In the meantime I had found a whole community of disillusioned Elecscoot owners. A few people also contacted me after I wrote a review slating the product and had similar stories to my own. Some had tried going to Trading Standards. Others had at least managed to get a reply from Elecscoot fobbing them off but no-one did any better than we did. So, having paid for insurance I passed the scooter on to my daughter who could at least use it to get to and from local babysitting jobs.

This situation carried on until mid February when I got a distress call from my daughter because she had crashed the scooter and been thrown off. Luckily she was not badly hurt and I went to look into the damage. I found that the front wheel had completely seized to its spindle and the spindle had turned round and round, coiling the power lead and undoing the wheel nuts as it went.  The power lead quickly became taught and had no doubt pulled the handlebars out of my daughters hands such that she was thrown off.  As far as I can see the scooter is a write-off after only 950km.

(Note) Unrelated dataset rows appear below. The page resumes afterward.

package quant

import (
	"math"
	"math/big"
	"math/rand/v2"
	"testing"

	"github.com/plumbref/plumb/compare"
	"github.com/plumbref/plumb/internal/expect"
	"github.com/plumbref/plumb/internal/expect/ensure"
)

// randomFP8 returns a [rows, cols] matrix of finite codes of f with random
// float32 scales placed by g and c.
func randomFP8(r *rand.Rand, rows, cols int, f compare.Format, g Granularity, c Channel) FP8Matrix {
	m := FP8Matrix{Rows: rows, Cols: cols, Format: f, Granularity: g, Channel: c, Codes: make([]uint8, rows*cols)}
	for i := range m.Codes {
		for {
			b := uint8(r.IntN(256))
			if v, _ := f.Decode(uint64(b)); !math.IsNaN(v) && !math.IsInf(v, 0) {
				m.Codes[i] = b
				break
			}
		}
	}
	n := 1
	if g == PerChannel && c == ChannelRows {
		n = rows
	} else if g == PerChannel {
		n = cols
	}
	for range n {
		m.Scales = append(m.Scales, float64(float32(math.Ldexp(1+r.Float64(), r.IntN(20)-15))))
	}
	return m
}

func TestDecodeFP8WorkedValues(t *testing.T) {
	// OFP8 rev 1.0 bit layouts, derived by hand: E4M3 0x38 = 0.0111.000 =
	// 2^(7−7) = 1; 0xC4 = 1.1000.100 = −2^(8−7)·1.5 = −3; 0x7E = 448, the
	// largest. E5M2 0x3C = 0.01111.00 = 1; 0x7B = 57344, the largest.
	m := FP8Matrix{Rows: 1, Cols: 3, Format: compare.E4M3, Codes: []uint8{0x38, 0xC4, 0x7E}, Scales: []float64{0.5}}
	v, err := DecodeFP8(m)
	ensure.NoError(t, err)
	expect.Equal(t, []float64{0.5, -1.5, 224}, v)
	m = FP8Matrix{Rows: 2, Cols: 1, Format: compare.E5M2, Granularity: PerChannel, Codes: []uint8{0x3C, 0x7B}, Scales: []float64{2, 0.25}}
	v, err = DecodeFP8(m)
	ensure.NoError(t, err)
	expect.Equal(t, []float64{2, 14336}, v)
}

func TestMatMulFP8IsTheExactProductRoundedOnce(t *testing.T) {
	r := rand.New(rand.NewPCG(21, 22))
	const m, k, n = 4, 19, 3
	for _, fa := range []compare.Format{compare.E4M3, compare.E5M2} {
		for _, fb := range []compare.Format{compare.E4M3, compare.E5M2} {
			for _, ga := range []Granularity{PerTensor, PerChannel} {
				for _, gb := range []Granularity{PerTensor, PerChannel} {
					a := randomFP8(r, m, k, fa, ga, ChannelRows)
					b := randomFP8(r, k, n, fb, gb, ChannelCols)
					da, _ := DecodeFP8(a)
					db, _ := DecodeFP8(b)
					for _, out := range []compare.Format{compare.Float64, compare.Float32, compare.Binary16, compare.BFloat16} {
						y, err := MatMulFP8(a, b, out)
						ensure.NoError(t, err)
						for i := range m {
							for j := range n {
								e := new(big.Rat)
								for p := range k {
									e.Add(e, new(big.Rat).Mul(rat(da[i*k+p]), rat(db[p*n+j])))
								}
								expect.Equal(t, nearestIn(out, e), y[i*n+j], fa, fb, ga, gb, out, i, j)
							}
						}
					}
				}
			}
		}
	}
}

func TestMatMulFP8ScalesFollowTheirAxis(t *testing.T) {
	// a = [[1, 1], [1, 1]] in E4M3 (0x38) with row scales 2 and 3; b the
	// identity (0x38, 0x00) with column scales 5 and 7: out[i, j] = sa[i]·sb[j].
	a := FP8Matrix{Rows: 2, Cols: 2, Format: compare.E4M3, Granularity: PerChannel, Channel: ChannelRows, Codes: []uint8{0x38, 0x38, 0x38, 0x38}, Scales: []float64{2, 3}}
	b := FP8Matrix{Rows: 2, Cols: 2, Format: compare.E4M3, Granularity: PerChannel, Channel: ChannelCols, Codes: []uint8{0x38, 0, 0, 0x38}, Scales: []float64{5, 7}}
	y, err := MatMulFP8(a, b, compare.Float64)
	ensure.NoError(t, err)
	expect.Equal(t, []float64{10, 14, 15, 21}, y)
}

func TestMatMulFP8Errors(t *testing.T) {
	a := FP8Matrix{Rows: 1, Cols: 2, Format: compare.E4M3, Codes: []uint8{0x38, 0x38}, Scales: []float64{1}}
	b := FP8Matrix{Rows: 2, Cols: 1, Format: compare.E5M2, Codes: []uint8{0x3C, 0x3C}, Scales: []float64{1}}
	_, err := MatMulFP8(a, b, compare.Float64)
	ensure.NoError(t, err)
	for _, c := range []struct {
		name string
		edit func(a, b *FP8Matrix) compare.Format
		want error
	}{
		{"format", func(a, _ *FP8Matrix) compare.Format { a.Format = compare.Binary16; return compare.Float64 }, ErrOption},
		{"out", func(_, _ *FP8Matrix) compare.Format { return compare.Format(-1) }, ErrOption},
		{"inner", func(_, b *FP8Matrix) compare.Format { b.Rows, b.Codes = 1, b.Codes[:1]; return compare.Float64 }, ErrSize},
		{"codes", func(a, _ *FP8Matrix) compare.Format { a.Codes = a.Codes[:1]; return compare.Float64 }, ErrLength},
		{"scales", func(a, _ *FP8Matrix) compare.Format { a.Scales = nil; return compare.Float64 }, ErrLength},
		{"scale zero", func(a, _ *FP8Matrix) compare.Format { a.Scales = []float64{0}; return compare.Float64 }, ErrScale},
		{"scale not float32", func(a, _ *FP8Matrix) compare.Format { a.Scales = []float64{0.1}; return compare.Float64 }, ErrScale},
		{"per-column a", func(a, _ *FP8Matrix) compare.Format {
			a.Granularity, a.Channel, a.Scales = PerChannel, ChannelCols, []float64{1, 1}
			return compare.Float64
		}, ErrOption},
		{"per-group", func(a, _ *FP8Matrix) compare.Format { a.Granularity = PerGroup; return compare.Float64 }, ErrOption},
		{"negative", func(a, _ *FP8Matrix) compare.Format { a.Rows = -1; return compare.Float64 }, ErrSize},
	} {
		a2, b2 := a, b
		a2.Codes, b2.Codes = append([]uint8(nil), a.Codes...), append([]uint8(nil), b.Codes...)
		out := c.edit(&a2, &b2)
		_, err := MatMulFP8(a2, b2, out)
		expect.ErrorIs(t, err, c.want, c.name)
	}
}

func TestMatMulInt8ToRoundsOnce(t *testing.T) {
	r := rand.New(rand.NewPCG(23, 24))
	const m, k, n = 3, 40, 5
	for _, sa := range []Scheme{{}, {Granularity: PerChannel, Symmetry: Asymmetric}} {
		for _, sb := range []Scheme{{}, {Granularity: PerChannel, Channel: ChannelCols, Scale: ScaleBinary16}} {
			a, b := randomCodes(r, m, k, sa), randomCodes(r, k, n, sb)
			acc0, y0, err := MatMulInt8(a, b)
			ensure.NoError(t, err)
			ga, _ := newGrid("", m, k, sa)
			gb, _ := newGrid("", k, n, sb)
			for _, out := range []compare.Format{compare.Float64, compare.Float32, compare.Binary16, compare.BFloat16} {
				acc, y, err := MatMulInt8To(a, b, out)
				ensure.NoError(t, err)
				expect.Equal(t, acc0, acc)
				for i := range m {
					for j := range n {
						e := new(big.Rat).Mul(rat(a.Scales[ga.block(i, 0)]), rat(b.Scales[gb.block(0, j)]))
						e.Mul(e, new(big.Rat).SetInt64(int64(acc[i*n+j])))
						expect.Equal(t, nearestIn(out, e), y[i*n+j], out)
						if out == compare.Float64 {
							expect.Equal(t, y0[i*n+j], y[i*n+j])
						}
					}
				}
			}
		}
	}
	_, _, err := MatMulInt8To(Tensor{}, Tensor{}, compare.Format(99))
	expect.ErrorIs(t, err, ErrOption)
}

If you are considering buying an electric scooter make sure:
  • Its not a cheap chinese import with no-name batteries
  • Inspect it and throroughly test drive itto check its range meets your needs.
  • There is local service and support
  • If you can, get a recommendation from a previous owner, and make sure if there are reviews that they are all positive!
  • Buy it with a Credit Card that you can trust to support you if things go wrong
I now see why the EU restrict these Chinese imports to 30mph. My daughter would have been severely injured had she been going at speed when the accident happened.  Perhaps better though would be for the EU to have tighter type approval procedures and import inspections to stop dangerous scooters from being imported in the first place?